2007年3月30日(金)「しんぶん赤旗」
不当配転を正当化
NTTリストラ裁判
東京地裁
十一万人リストラを拒んだ労働者を異職種・遠隔地に配転したのは違法だと通信産業労組の組合員ら九人が訴えていた裁判で、東京地裁(中西茂裁判長)は二十九日、「(リストラ計画は)経営上の合理性、必要性が認められる」「(遠隔地配転など不利益は)労働者が通常甘受すべき程度」などとして訴えを棄却する判決を出しました。
判決後、今村幸次郎弁護団事務局長は「企業の利益を一方的に擁護する不当な判決だ。事実にまったく目をつぶっている」と批判。鎌倉清美全国原告団長は「会社の言い分をそのまま認めた不当判決だ。働くルールを守るためにたたかい続ける」とのべました。
NTTは、五十一歳以上の労働者に最大30%の賃下げ・再雇用を迫り、これに応じない労働者を北海道や仙台、群馬、新潟などから首都圏に配転し、それまでと違う業務に配属しました。
単身赴任や長距離通勤を余儀なくされ、労働者の健康だけでなく、子どもや老親など家族にも不利益を強いるもので、配転後、六人の原告らの家族が亡くなりました。
判決は、退職再雇用を迫ったリストラ計画について「選択は、あくまで社員の自由意思による」と形式だけで判断。

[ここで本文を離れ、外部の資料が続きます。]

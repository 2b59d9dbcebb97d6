"""Problems the solver is tested with."""

from __future__ import annotations

from dataclasses import replace

import numpy as np

from igu.model.conditions import Conditions
from igu.model.makeups import MakeUps
from igu.model.unit import Gap, Pane, Pillars, Ply, Unit, Vacuum
from igu.solver.newton import solve
from igu.solver.problem import Problem, assemble, problem_of
from igu.solver.readout import breakdown

ARGON = (("argon", 0.9), ("air", 0.1))
WINTER = Conditions("winter", outdoor_air=255.15, indoor_air=294.15, outdoor_convection=26.0)


def pane(thickness=0.004, out=0.837, inn=0.837, **how) -> Pane:
    return Pane((Ply("clear", thickness, 1.0),), out, inn, **how)


def sheet(transmittance, emissivity=0.4) -> Pane:
    return Pane((Ply("film", 5e-5, 0.2),), emissivity, emissivity, longwave_transmittance=transmittance)


def contract_unit() -> Unit:
    return Unit((pane(0.006, inn=0.05), pane()), (Gap(0.016, ARGON),), height=1.5)


def random_problem(n: int, count: int, seed: int, *, sheets: bool) -> Problem:
    """Random stacks of n panes as the robustness target has them."""
    rng = np.random.default_rng(seed)
    panes = [pane(rng.uniform(0.002, 0.02), *rng.uniform(0.005, 0.95, 2)) for _ in range(60)]
    if sheets:
        panes += [sheet(t, e) for t, e in zip(rng.uniform(0.01, 0.6, 15), rng.uniform(0.005, 0.39, 15), strict=True)]
    gaps = [Gap(rng.uniform(0.003, 0.05), (("air", 1 - f), ("argon", f))) for f in rng.uniform(0, 1, 40)]
    gaps += [Gap(0.0002, vacuum=Vacuum(10 ** rng.uniform(-3, 2), accommodation=rng.uniform(0.3, 1.0)),
                 pillars=Pillars(0.02, 0.00025, 20.0)) for _ in range(6)]  # fmt: skip
    vertical = rng.random(count) < 0.4
    tilt = np.where(vertical, np.pi / 2, rng.uniform(0.0, np.pi, count))
    makeups = MakeUps(tuple(panes), tuple(gaps), rng.integers(0, len(panes), (n, count)),
                      rng.integers(0, len(gaps), (n - 1, count)), rng.uniform(0.3, 3.0, count), tilt)  # fmt: skip
    problem = problem_of(makeups, [WINTER] * count)
    s = problem.surroundings
    temperatures = {name: rng.uniform(213.15, 333.15, count) for name in
                    ("outdoor_air", "indoor_air", "outdoor_radiant", "indoor_radiant")}  # fmt: skip
    natural = rng.random(count) < 0.5
    pressure = rng.uniform(6e4, 1.1e5, count)
    surroundings = replace(
        s,
        **temperatures,
        outdoor_convection=rng.uniform(4.0, 40.0, count),
        indoor_convection=np.where(natural, np.nan, rng.uniform(2.0, 8.0, count)),
        pressure=pressure,
    )
    absorbed = rng.uniform(0.0, 1200.0, count) * rng.dirichlet(np.ones(n), count).T * rng.uniform(0.0, 0.7, count)
    return replace(problem, surroundings=surroundings, gap_pressure=pressure[None], absorbed=absorbed)


FILMS_GIVEN = replace(WINTER, indoor_convection=8.0)


def problem_near_step(n: int, rayleigh: float, count: int, seed: int) -> Problem:
    """Stacks of n panes whose gaps all lie within a few tenths of a per cent of a Rayleigh number."""
    rng = np.random.default_rng(seed)
    tilts = np.deg2rad(rng.choice([65.0, 75.0, 90.0, 110.0, 150.0], count))
    faces = rng.choice([1e-6, 0.05, 0.837], (count, 2 * n))
    panes = [tuple(pane(0.004, *row[2 * i : 2 * i + 2]) for i in range(n)) for row in faces]
    widths = np.full((n - 1, count), 0.015 if rayleigh < 2e4 else 0.026)

    def build() -> Problem:
        gaps = [tuple(Gap(w, ARGON) for w in column) for column in widths.T]
        units = [Unit(p, g, height=3.0, tilt=t) for p, g, t in zip(panes, gaps, tilts, strict=True)]
        return assemble(units, [FILMS_GIVEN] * count)

    for _ in range(6):
        problem = build()
        widths = widths * (rayleigh / breakdown(problem, solve(problem)).rayleigh) ** 0.3
    widths = widths * (1.0 + 0.002 * rng.normal(size=widths.shape))
    return build()
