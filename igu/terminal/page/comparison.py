"""A comparison as a table, and in sentences: what the move from one face to another does, and why."""

from __future__ import annotations

import math
from collections.abc import Mapping, Sequence

from igu.model.unit import COATED_BELOW
from igu.studies.compare import Arrangement, Comparison
from igu.terminal.tables import Cell, Column, Table, number

DEFAULT = (
    "U_W_m2K",
    "solar_factor_g",
    "solar_transmittance",
    "secondary_factor_q_i",
    "light_transmittance",
    "selectivity",
    "room_face_C",
    "fog_humidity_pct",
    "hottest_pane_C",
)
"""Columns of a comparison that names none."""

_HEADS = {
    "U_W_m2K": ("U\nW/(m²K)", 2, True),
    "U_en673_W_m2K": ("U\nEN 673", 2, True),
    "solar_factor_g": ("g", 3, True),
    "solar_transmittance": ("direct", 3, None),
    "secondary_factor_q_i": ("q_i", 3, True),
    "light_transmittance": ("τ_v", 3, False),
    "selectivity": ("τ_v/g", 2, False),
    "room_face_C": ("room\nface\n°C", 1, False),
    "fog_humidity_pct": ("fogs\nat %", 0, False),
    "hottest_pane_C": ("hot\npane\n°C", 1, True),
    "thickness_mm": ("thick\nmm", 1, True),
    "mass_kg_m2": ("mass\nkg/m²", 1, True),
    "deflection_mm": ("bows\nmm", 2, True),
    "fracture_margin_K": ("margin\nK", 1, False),
}
"""Head, decimals, and whether less is better (None: neither is) of every quantity."""

SAME = 5e-4
"""Relative difference below which two figures are called unchanged."""


def quantity_column(name: str) -> Column:
    """The column of a quantity."""
    head, decimals, _ = _HEADS[name]
    return Column(name, head, decimals)


def comparison_table(
    found: Comparison, labels: Mapping[Column, Sequence[Cell]], columns: Sequence[str] | None
) -> Table:
    """One row an arrangement, the `labels` first; the best of every column is marked."""
    names = [n for n in columns or DEFAULT if n != "inward_flowing_fraction"]
    inward = bool(columns) and "inward_flowing_fraction" in (columns or ())
    panes = max(len(row.inward) for row in found.rows)
    extra = [Column(f"N_{k + 1}", f"N{k + 1}", 3) for k in range(panes)] if inward else []
    hot = [Column("hottest_pane", "its\nno.", 0)] if "hottest_pane_C" in names else []
    heads = (*labels, *(quantity_column(n) for n in names), *hot, *extra)
    rows = [
        (
            *(column[r] for column in labels.values()),
            *(row.values.get(n, math.nan) for n in names),
            *((row.hottest_pane + 1 if row.hottest_pane >= 0 else None,) if hot else ()),
            *((row.inward + (math.nan,) * (panes - len(row.inward))) if inward else ()),
        )
        for r, row in enumerate(found.rows)
    ]
    return Table(heads, tuple(rows), _best(rows, names, len(labels)))


def _best(rows: Sequence[tuple[Cell, ...]], names: Sequence[str], first: int) -> frozenset[tuple[int, int]]:
    """Cells that are the best of their column as printed; none where all are alike."""
    marks = []
    for c, name in enumerate(names, first):
        _, decimals, less = _HEADS[name]
        values = [(r, round(v, decimals)) for r, row in enumerate(rows) if isinstance(v := row[c], float) and v == v]
        if less is None or len({v for _, v in values}) < 2:
            continue
        best = (min if less else max)(v for _, v in values)
        marks += [(r, c) for r, v in values if v == best]
    return frozenset(marks)


def staying(row: Arrangement) -> str:
    """Low emissivities of faces that keep theirs in every row: of measured panes that do not turn, and of sheets."""
    moved = {name for _, name in row.worn}
    faces = [
        f"face {2 * p + side} ε {eps:g} ({pane.name})"
        for p, pane in enumerate(row.unit.panes)
        for side, eps in ((1, pane.emissivity_out), (2, pane.emissivity_in))
        if pane.name is not None and pane.name not in moved and eps < COATED_BELOW
    ]
    return ", ".join(faces)


def differences(found: Comparison) -> list[str]:
    """Sentences on the moves of one coating across one gap, from its outer to its inner face, or else across a pane;
    where there are two coatings, on those from or to where the case has them."""
    rows = sorted(found.rows, key=lambda row: row.worn)
    pairs = [(one, other) for one in rows for other in rows if _moved(one, other)]
    told = [(one, other) for one, other in pairs if len(one.worn) == 1 or one.as_given or other.as_given]
    across_gaps = [(one, other) for one, other in told if _moved(one, other)[0] % 2 == 0]
    return [_move(one, other) for one, other in across_gaps or told]


def _moved(one: Arrangement, other: Arrangement) -> tuple[int, ...]:
    """The faces between which one coating moves inwards by one, where the rows differ by that alone."""
    away, there = sorted(set(one.worn) - set(other.worn)), sorted(set(other.worn) - set(one.worn))
    return (away[0][0], there[0][0]) if [(face + 1, name) for face, name in away] == there and len(away) == 1 else ()


def _move(one: Arrangement, other: Arrangement) -> str:
    """What moving a coating from a face to the next does."""
    a, b = _moved(one, other)
    name = dict(one.worn)[a]
    rest = [f"face {face}" for face, _ in set(one.worn) & set(other.worn)]
    parts = [
        _change("U", one, other, "U_W_m2K", 2),
        _change("g", one, other, "solar_factor_g", 3),
        _change("τ_v", one, other, "light_transmittance", 3),
    ]
    move = f"{name} from face {a} to face {b}, the other staying on {rest[0]}" if rest else f"From face {a} to face {b}"
    why = _why(b, one, other) if a % 2 == 0 else ""
    return f"{move}: {', '.join(p for p in parts if p)}{why}."


def _change(symbol: str, one: Arrangement, other: Arrangement, name: str, decimals: int) -> str:
    before, after = one.values[name], other.values[name]
    if not (math.isfinite(before) and math.isfinite(after)):
        return ""
    if abs(after - before) <= max(SAME * abs(before), 0.5 * 10.0**-decimals):
        return f"{symbol} unchanged"
    return f"{symbol} {'up' if after > before else 'down'} {number(abs(after - before), decimals)}"


def _why(b: int, one: Arrangement, other: Arrangement) -> str:
    """Where the coating's heat goes, read off the absorbed shares and inward fractions."""
    outer, inner = b // 2 - 1, b // 2
    shares = (one.absorptance[outer], other.absorptance[inner], one.inward[outer], other.inward[inner])
    if not all(math.isfinite(x) for x in shares):
        return ""
    return (
        f": on face {b} it is pane {inner + 1} that absorbs with the coating ({shares[1]:.2f} of the sun) and gives "
        f"{100 * shares[3]:.0f} % of it inward; on face {b - 1} it is pane {outer + 1} ({shares[0]:.2f}), "
        f"which gives {100 * shares[2]:.0f} %"
    )
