def states_beside_the_drop(problem, solution, k):
    """Every state of stack k with its gaps on either side of Ra = 1e4, by scipy.optimize.root from the solved one:
    which gaps stand beyond the step."""
    balance = spread(problem.columns(np.array([k])))
    found = []
    for beyond in product([False, True], repeat=problem.pane_count - 1):
        piece = np.where(np.array(beyond), MIDDLE, LOW)[:, None]
        end = root(
            lambda T, piece=piece: residual(evaluate(T[:, None], balance, piece), balance)[:, 0],
            solution.T[:, k],
            tol=1e-12,
        ).x[:, None]
        state = evaluate(end, balance, piece)
        if np.abs(residual(state, balance)).max() < 1e-6 and np.array_equal(state.gaps.rayleigh[:, 0] > 1e4, beyond):
            found.append(beyond)
    return np.array(found)


@pytest.mark.parametrize(("n", "count"), [(3, 120), (4, 80)])
def test_several_gaps_at_the_drop_every_second_state_is_said(n, count):
    problem = problem_near_step(n, 1e4, count, seed=n)
    solution = solve(problem)
    assert solution.solved.all()
    ra = breakdown(problem, solution).rayleigh
    several = 0
    for k in range(problem.size):
        states = states_beside_the_drop(problem, solution, k)
        several += len(states) > 1
        assert list(solution.two_states[:, k]) == list(states.any(axis=0) & ~states.all(axis=0))
        assert (ra[:, k] > 1e4).sum() == states.sum(axis=1).min()
    assert several > 10


@pytest.mark.parametrize("n", [3, 5, 8])
def test_several_gaps_at_the_rise_each_ends_on_the_published_law_or_on_its_step(n):
    problem = problem_near_step(n, 5e4, 200, seed=n)
    solution = solve(problem)
    assert solution.solved.all()
    assert (solution.on_step.sum(axis=0) > 1).any()
    ra = breakdown(problem, solution).rayleigh
    assert np.abs(ra[solution.on_step] / 5e4 - 1.0).max() <= STEP_WIDTH
    free = ~solution.on_step.any(axis=0)
    balance = spread(problem)
    published = residual(evaluate(solution.T, balance), balance)
    assert np.abs(published[:, free]).max() <= ACCEPTED
    piece = np.where(solution.on_step, STEP, PUBLISHED)
    held = residual(evaluate(solution.T, balance, piece), balance)
    assert np.abs(held).max() <= ACCEPTED


def test_rayleigh_numbers_rise_steadily_through_both_steps():
    for lows in ((0.0110, 0.0150), (0.018, 0.030)):
        _, problem, solution, _ = widths_with("on_step", lows)
        ra = breakdown(problem, solution).rayleigh[0]
        assert np.all(np.diff(ra) > -1e-6 * ra[1:])


@pytest.mark.parametrize("sheets", [False, True])
@pytest.mark.parametrize("n", range(1, 9))
def test_ten_thousand_random_stacks_end_in_a_known_outcome(n, sheets):
    problem = random_problem(n, 650, seed=100 + n, sheets=sheets)
    solution = solve(problem)
    assert set(np.unique(solution.outcome)) <= {int(o) for o in Outcome}
    assert np.isfinite(solution.imbalance).all()
    assert solution.solved.all()
    assert solution.imbalance.max() <= ACCEPTED
    assert np.median(solution.iterations) <= 5
    assert solution.iterations.mean() <= 6
    assert np.quantile(solution.iterations, 0.99) <= 15


def test_all_the_sun_in_one_pane():
    """1200 W/m2 in one pane of eight: up to 840 K and hundreds of kelvin from the first guess."""
    problem = random_problem(8, 600, seed=20, sheets=False)
    heat = np.zeros((8, 600))
    heat[np.arange(600) % 8, np.arange(600)] = 1200.0
    solution = solve(replace(problem, absorbed=heat))
    assert solution.solved.all()
    assert solution.iterations.max() <= 15


@pytest.mark.parametrize("heat", [1e6, 1e9, 1e80, -1e9])
@pytest.mark.parametrize("sheets", [False, True])
@pytest.mark.parametrize("n", [1, 3, 8])
def test_one_poisoned_stack_does_not_take_the_others_down(n, sheets, heat):
    problem = random_problem(n, 50, seed=5, sheets=sheets)
    before = solve(problem)
    for lost in (0, 23, 49):
        poisoned = np.where(np.arange(50) == lost, heat, problem.absorbed)
        after = solve(replace(problem, absorbed=poisoned))
        assert after.outcome[lost] == Outcome.RUNAWAY
        others = np.arange(50) != lost
        assert after.T[:, others] == pytest.approx(before.T[:, others], abs=1e-9)
        assert np.isfinite(after.imbalance).all()


def test_an_unsolved_stack_is_raised_when_asked():
    problem = random_problem(2, 10, seed=5, sheets=False)
    poisoned = np.where(np.arange(10) == 7, 1e9, problem.absorbed)
    with pytest.raises(SolveError, match=r"1 of 10 stacks not solved; stack 7: runaway.*Check the absorbed heat"):
        solve(replace(problem, absorbed=poisoned), throw=True)
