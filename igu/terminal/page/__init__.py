"""Text that a person reads: the reports, the drawn section, sentences."""
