"""The unit drawn as a section, outdoors at the top, with what each condition does in it beside."""

from __future__ import annotations

from collections.abc import Iterator, Sequence

from igu.laws.constants import CELSIUS
from igu.model.unit import COATED_BELOW, Gap, Pane, Unit
from igu.ratings.result import GapResult, Result
from igu.terminal.page.text import WIDTH
from igu.terminal.tables import MISSING, head_width, heads, number

LEFT = 38
"""Width of the drawing; the columns of the conditions stand to the right of it."""

CELL = 14
"""Width of their columns, wider where the name of a condition has a longer word."""

HEAD = 10
"""Width in which the names of conditions are broken into lines, as over the figures."""


def drawing(unit: Unit, results: Sequence[Result]) -> list[str]:
    """Lines of the section, no wider than 80 columns; results without temperatures are left out of it."""
    states = [r for r in results if r.panes and r.panes[0].face_out is not None]
    if not states:
        return _sheet(unit, [], CELL)
    cell = head_width([r.conditions.name for r in states], least=CELL - 1) + 1
    abreast = max(1, (WIDTH - LEFT) // cell)
    lines: list[str] = []
    for at in range(0, len(states), abreast):
        lines += [*([""] if at else []), *_sheet(unit, states[at : at + abreast], cell)]
    return lines


def _sheet(unit: Unit, states: Sequence[Result], cell: int) -> list[str]:
    return [_row(left, cells, cell) for left, cells in _rows(unit, states)]


def _row(left: str, cells: Sequence[str], width: int) -> str:
    return (f"{left:<{LEFT}}" + "".join(f"{cell:>{width}}" for cell in cells)).rstrip()


def _rows(unit: Unit, states: Sequence[Result]) -> Iterator[tuple[str, list[str]]]:
    if states:
        yield from (("", row) for row in heads([r.conditions.name for r in states], HEAD))
    yield "  OUTDOORS, air", [_degrees(r.conditions.outdoor_air) for r in states]
    seen = [r.conditions.outdoor_radiant_temperature(unit.tilt) for r in states]
    yield from _radiant("  OUTDOORS, radiant", seen, [r.conditions.outdoor_air for r in states])
    last = len(unit.panes) - 1
    for k, pane in enumerate(unit.panes):
        yield from _pane_rows(k, pane, states)
        if k < last:
            yield from _gap_rows(unit.gaps[k], [r.gaps[k] for r in states])
    seen = [r.conditions.indoor_radiant_temperature for r in states]
    yield from _radiant("  ROOM, radiant", seen, [r.conditions.indoor_air for r in states])
    yield "  ROOM, air", [_degrees(r.conditions.indoor_air) for r in states]


def _radiant(name: str, seen: Sequence[float], air: Sequence[float]) -> Iterator[tuple[str, list[str]]]:
    """What a face exchanges radiation with, where that is not as warm as the air."""
    if list(seen) != list(air):
        yield name, [_degrees(t) for t in seen]


def _pane_rows(k: int, pane: Pane, states: Sequence[Result]) -> Iterator[tuple[str, list[str]]]:
    faces = [r.panes[k] for r in states]
    out, inn = _coverings(pane)
    yield _edge(2 * k + 1, "┌", "┐", out), [_degrees(f.face_out) for f in faces]
    for words in _plies(pane):
        yield f"     │ {words:<26} │", []
    yield _edge(2 * k + 2, "└", "┘", inn), [_degrees(f.face_in) for f in faces]


def _covering(coating: str | None, emissivity: float) -> str | None:
    """What is written on a face: its coating, or its emissivity where that alone is known."""
    return coating or (f"ε {emissivity:g}" if emissivity < COATED_BELOW else None)


def _coverings(pane: Pane) -> tuple[str | None, str | None]:
    return _covering(pane.coating_out, pane.emissivity_out), _covering(pane.coating_in, pane.emissivity_in)


def _edge(face: int, left: str, right: str, coating: str | None) -> str:
    line = f"═ {_short(coating, 22)} " if coating else ""
    return f"  {face:>2} {left}{line:{'═' if coating else '─'}<28}{right}"


def _plies(pane: Pane) -> list[str]:
    plies = [_short(f"{1e3 * ply.thickness:g} mm {ply.material}", 26) for ply in pane.plies]
    return [*plies, f"passes {100 * pane.longwave_transmittance:.0f} % long wave"] if pane.is_sheet else plies


def _gap_rows(gap: Gap, found: Sequence[GapResult]) -> Iterator[tuple[str, list[str]]]:
    for words in gap_words(gap):
        yield f"      {words}", []
    if not found:
        return
    if any(g.radiation is None for g in found):
        yield "        heat, W/m²", [number(g.flux, 1) for g in found]
        return
    yield f"        {_carrier(gap)}, W/m²", [_share(g.convection, g.flux) for g in found]
    yield "        radiation, W/m²", [_share(g.radiation, g.flux) for g in found]


def _carrier(gap: Gap) -> str:
    if gap.evacuated:
        return "pillars and gas" if gap.pillars else "residual gas"
    return "gas"


def gap_words(gap: Gap) -> list[str]:
    """A gap in words, a mixture too long for one line in several."""
    width = f"{1e3 * gap.width:g} mm"
    if gap.vacuum:
        pillars = f", pillars every {1e3 * gap.pillars.pitch:g} mm" if gap.pillars else ""
        return [f"{width} vacuum {gap.vacuum.pressure:g} Pa{pillars}"]
    if len(gap.fill) == 1:
        return [f"{width} {gap.fill[0][0]}"]
    parts = [f"{100 * share:g} % {_short(gas, 12)}" for gas, share in gap.fill]
    one = f"{width} {', '.join(parts)}"
    return [one] if len(one) <= 32 else [width, *parts]


def makeup_words(panes: Sequence[Pane], gaps: Sequence[Gap]) -> str:
    """A make-up in one line, outdoors first: thicknesses in mm, treatments, in brackets what covers a face."""
    words = []
    for k, pane in enumerate(panes):
        text = "+".join(f"{1e3 * ply.thickness:g} {ply.material}" for ply in pane.plies)
        text += "" if pane.treatment == "annealed" else f" {pane.treatment}"
        out, inn = (None, None) if pane.is_sheet else _coverings(pane)
        text = f"[{2 * k + 1} {out}] {text}" if out else text
        text += f" [{2 * k + 2} {inn}]" if inn else ""
        words.append(text)
        if k < len(gaps):
            width, *parts = gap_words(gaps[k])
            words.append(f"{width} {', '.join(parts)}".strip())
    return " | ".join(words)


def _share(part: float | None, whole: float | None) -> str:
    """Flux and its share of the whole in per cent, where both flow the same way."""
    if part is None or whole is None:
        return MISSING
    percent = 100.0 * part / whole if abs(whole) > 0.05 else -1.0
    return f"{number(part, 1)} {f'{percent:.0f} %' if -0.5 <= percent <= 100.5 else '':>5}"


def _degrees(kelvin: float | None) -> str:
    return MISSING if kelvin is None else f"{number(kelvin - CELSIUS, 1)} °C"


def _short(text: str, most: int) -> str:
    return text if len(text) <= most else text[: most - 1] + "…"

「余人をもって替え難い配転であったといえない」としながら、30%もの賃金ダウンを「各地域の類似業種の賃金よりは高い」と肯定し、配転による不利益も「寂しさや生活上の不便をいうもの」とするなど実態を見ない判断に終始しました。
NTTリストラ訴訟判決は、二十八日の大阪地裁、昨年九月の札幌地裁に続き三度目。札幌では労働者の全員勝訴、大阪では一部勝訴。